** Information supplied **
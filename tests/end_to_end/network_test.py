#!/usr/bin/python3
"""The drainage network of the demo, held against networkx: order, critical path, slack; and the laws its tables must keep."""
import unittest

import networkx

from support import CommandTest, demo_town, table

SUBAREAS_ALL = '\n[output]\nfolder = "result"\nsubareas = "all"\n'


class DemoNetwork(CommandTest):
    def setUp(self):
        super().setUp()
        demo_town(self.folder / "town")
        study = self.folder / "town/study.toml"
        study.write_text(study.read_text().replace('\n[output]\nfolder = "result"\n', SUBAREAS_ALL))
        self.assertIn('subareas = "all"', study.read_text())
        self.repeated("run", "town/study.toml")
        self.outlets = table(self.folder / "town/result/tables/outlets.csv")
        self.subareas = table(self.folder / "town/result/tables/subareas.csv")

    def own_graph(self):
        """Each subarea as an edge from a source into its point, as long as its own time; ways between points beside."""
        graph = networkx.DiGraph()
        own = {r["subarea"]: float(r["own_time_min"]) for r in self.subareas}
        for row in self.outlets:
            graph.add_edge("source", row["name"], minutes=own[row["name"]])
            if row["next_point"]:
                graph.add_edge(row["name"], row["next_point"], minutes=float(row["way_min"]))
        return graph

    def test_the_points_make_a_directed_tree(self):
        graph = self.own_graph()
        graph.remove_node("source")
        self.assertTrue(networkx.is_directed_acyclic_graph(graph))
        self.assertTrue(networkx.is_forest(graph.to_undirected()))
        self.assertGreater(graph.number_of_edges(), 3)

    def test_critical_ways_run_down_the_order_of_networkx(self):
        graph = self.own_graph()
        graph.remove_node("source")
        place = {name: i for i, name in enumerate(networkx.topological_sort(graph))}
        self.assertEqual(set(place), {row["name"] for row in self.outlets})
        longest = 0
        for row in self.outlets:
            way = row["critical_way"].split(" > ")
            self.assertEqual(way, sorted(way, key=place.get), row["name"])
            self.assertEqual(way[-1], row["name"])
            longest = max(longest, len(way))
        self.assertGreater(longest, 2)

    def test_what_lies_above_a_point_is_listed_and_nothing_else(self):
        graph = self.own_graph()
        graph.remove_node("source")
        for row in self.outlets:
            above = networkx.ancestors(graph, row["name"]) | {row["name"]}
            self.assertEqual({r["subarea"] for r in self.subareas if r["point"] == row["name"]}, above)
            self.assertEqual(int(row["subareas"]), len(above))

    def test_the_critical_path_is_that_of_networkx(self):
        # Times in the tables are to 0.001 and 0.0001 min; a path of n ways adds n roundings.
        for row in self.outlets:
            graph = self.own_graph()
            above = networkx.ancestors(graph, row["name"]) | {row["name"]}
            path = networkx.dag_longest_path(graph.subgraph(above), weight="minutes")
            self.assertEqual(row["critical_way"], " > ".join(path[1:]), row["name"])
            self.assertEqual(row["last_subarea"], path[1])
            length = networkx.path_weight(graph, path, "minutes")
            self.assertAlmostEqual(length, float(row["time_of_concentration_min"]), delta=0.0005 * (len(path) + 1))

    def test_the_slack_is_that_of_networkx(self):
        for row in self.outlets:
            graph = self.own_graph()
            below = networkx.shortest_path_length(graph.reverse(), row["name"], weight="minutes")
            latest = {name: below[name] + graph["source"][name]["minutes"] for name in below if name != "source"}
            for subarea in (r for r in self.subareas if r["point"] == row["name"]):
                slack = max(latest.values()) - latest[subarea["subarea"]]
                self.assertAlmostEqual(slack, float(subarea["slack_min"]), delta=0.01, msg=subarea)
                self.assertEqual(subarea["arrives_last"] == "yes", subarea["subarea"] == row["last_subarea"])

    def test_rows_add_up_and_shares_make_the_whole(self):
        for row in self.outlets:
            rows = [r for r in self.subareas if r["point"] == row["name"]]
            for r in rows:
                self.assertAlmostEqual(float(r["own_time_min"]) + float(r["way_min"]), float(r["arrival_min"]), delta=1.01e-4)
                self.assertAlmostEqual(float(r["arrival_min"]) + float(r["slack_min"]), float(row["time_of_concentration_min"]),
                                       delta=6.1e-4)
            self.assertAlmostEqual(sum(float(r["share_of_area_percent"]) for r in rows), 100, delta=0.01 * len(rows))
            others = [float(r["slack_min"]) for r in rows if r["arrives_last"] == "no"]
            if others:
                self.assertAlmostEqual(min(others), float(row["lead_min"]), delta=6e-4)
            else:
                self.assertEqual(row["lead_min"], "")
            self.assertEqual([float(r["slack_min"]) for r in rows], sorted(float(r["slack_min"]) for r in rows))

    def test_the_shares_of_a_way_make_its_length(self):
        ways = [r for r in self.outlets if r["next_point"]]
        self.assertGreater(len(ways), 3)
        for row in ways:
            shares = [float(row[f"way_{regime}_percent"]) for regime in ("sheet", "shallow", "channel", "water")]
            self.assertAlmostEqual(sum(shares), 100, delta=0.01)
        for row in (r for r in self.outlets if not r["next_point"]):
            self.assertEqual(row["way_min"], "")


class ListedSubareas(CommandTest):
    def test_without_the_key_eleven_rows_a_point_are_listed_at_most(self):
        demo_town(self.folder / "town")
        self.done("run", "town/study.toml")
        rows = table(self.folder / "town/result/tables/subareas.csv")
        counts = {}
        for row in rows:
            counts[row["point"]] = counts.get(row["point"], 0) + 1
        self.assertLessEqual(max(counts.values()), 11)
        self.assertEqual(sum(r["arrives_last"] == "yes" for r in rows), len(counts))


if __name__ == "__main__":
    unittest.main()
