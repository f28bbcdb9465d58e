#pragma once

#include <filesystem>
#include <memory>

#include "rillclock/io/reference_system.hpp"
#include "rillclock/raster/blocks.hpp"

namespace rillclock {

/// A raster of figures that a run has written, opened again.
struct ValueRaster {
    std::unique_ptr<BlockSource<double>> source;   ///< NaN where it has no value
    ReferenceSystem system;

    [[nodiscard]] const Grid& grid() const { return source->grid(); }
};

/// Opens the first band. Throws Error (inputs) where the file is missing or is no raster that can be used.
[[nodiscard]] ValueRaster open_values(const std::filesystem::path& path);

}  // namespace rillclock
---
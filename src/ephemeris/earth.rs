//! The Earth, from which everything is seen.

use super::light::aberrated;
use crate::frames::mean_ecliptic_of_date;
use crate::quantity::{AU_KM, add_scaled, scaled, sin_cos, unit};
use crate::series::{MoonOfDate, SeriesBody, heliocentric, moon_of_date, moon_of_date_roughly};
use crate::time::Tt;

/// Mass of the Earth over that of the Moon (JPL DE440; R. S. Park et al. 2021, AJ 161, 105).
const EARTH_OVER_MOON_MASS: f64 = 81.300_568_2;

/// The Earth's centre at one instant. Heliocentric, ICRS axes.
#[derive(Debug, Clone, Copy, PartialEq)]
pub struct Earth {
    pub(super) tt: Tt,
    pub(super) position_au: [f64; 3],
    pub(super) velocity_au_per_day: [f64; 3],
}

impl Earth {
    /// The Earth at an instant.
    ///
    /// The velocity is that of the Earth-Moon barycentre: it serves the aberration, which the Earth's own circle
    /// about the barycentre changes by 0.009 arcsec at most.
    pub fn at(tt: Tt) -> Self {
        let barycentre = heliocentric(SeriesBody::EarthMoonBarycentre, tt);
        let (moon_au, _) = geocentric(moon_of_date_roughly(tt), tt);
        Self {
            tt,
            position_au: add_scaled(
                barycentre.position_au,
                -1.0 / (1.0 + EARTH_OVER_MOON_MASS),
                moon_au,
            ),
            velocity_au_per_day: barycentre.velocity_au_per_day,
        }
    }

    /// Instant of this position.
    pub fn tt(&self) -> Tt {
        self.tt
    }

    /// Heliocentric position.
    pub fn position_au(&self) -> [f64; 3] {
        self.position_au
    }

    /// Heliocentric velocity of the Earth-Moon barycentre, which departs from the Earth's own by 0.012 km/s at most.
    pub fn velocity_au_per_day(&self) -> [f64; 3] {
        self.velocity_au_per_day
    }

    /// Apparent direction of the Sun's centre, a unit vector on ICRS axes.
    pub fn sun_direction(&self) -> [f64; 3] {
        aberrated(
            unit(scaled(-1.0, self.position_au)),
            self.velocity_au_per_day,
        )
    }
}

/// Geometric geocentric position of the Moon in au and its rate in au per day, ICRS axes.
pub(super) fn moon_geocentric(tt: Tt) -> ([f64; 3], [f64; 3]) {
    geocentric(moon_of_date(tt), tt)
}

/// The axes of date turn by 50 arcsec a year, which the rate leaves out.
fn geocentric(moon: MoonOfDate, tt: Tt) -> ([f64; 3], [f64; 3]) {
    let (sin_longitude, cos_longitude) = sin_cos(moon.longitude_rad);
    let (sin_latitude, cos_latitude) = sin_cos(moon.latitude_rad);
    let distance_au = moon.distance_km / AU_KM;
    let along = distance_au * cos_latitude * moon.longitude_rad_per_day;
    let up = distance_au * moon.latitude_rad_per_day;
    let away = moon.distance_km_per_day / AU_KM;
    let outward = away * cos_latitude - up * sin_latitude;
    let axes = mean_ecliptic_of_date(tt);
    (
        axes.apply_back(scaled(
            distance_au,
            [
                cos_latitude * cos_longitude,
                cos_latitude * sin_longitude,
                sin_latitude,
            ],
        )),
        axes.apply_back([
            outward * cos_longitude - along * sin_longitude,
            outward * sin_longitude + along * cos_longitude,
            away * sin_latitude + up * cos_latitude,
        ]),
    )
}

** Exercise description **
Write out each line of the data that holds the string "assertGreater".

** Task response **
        self.assertGreater(graph.number_of_edges(), 3)
        self.assertGreater(longest, 2)
        self.assertGreater(len(ways), 3)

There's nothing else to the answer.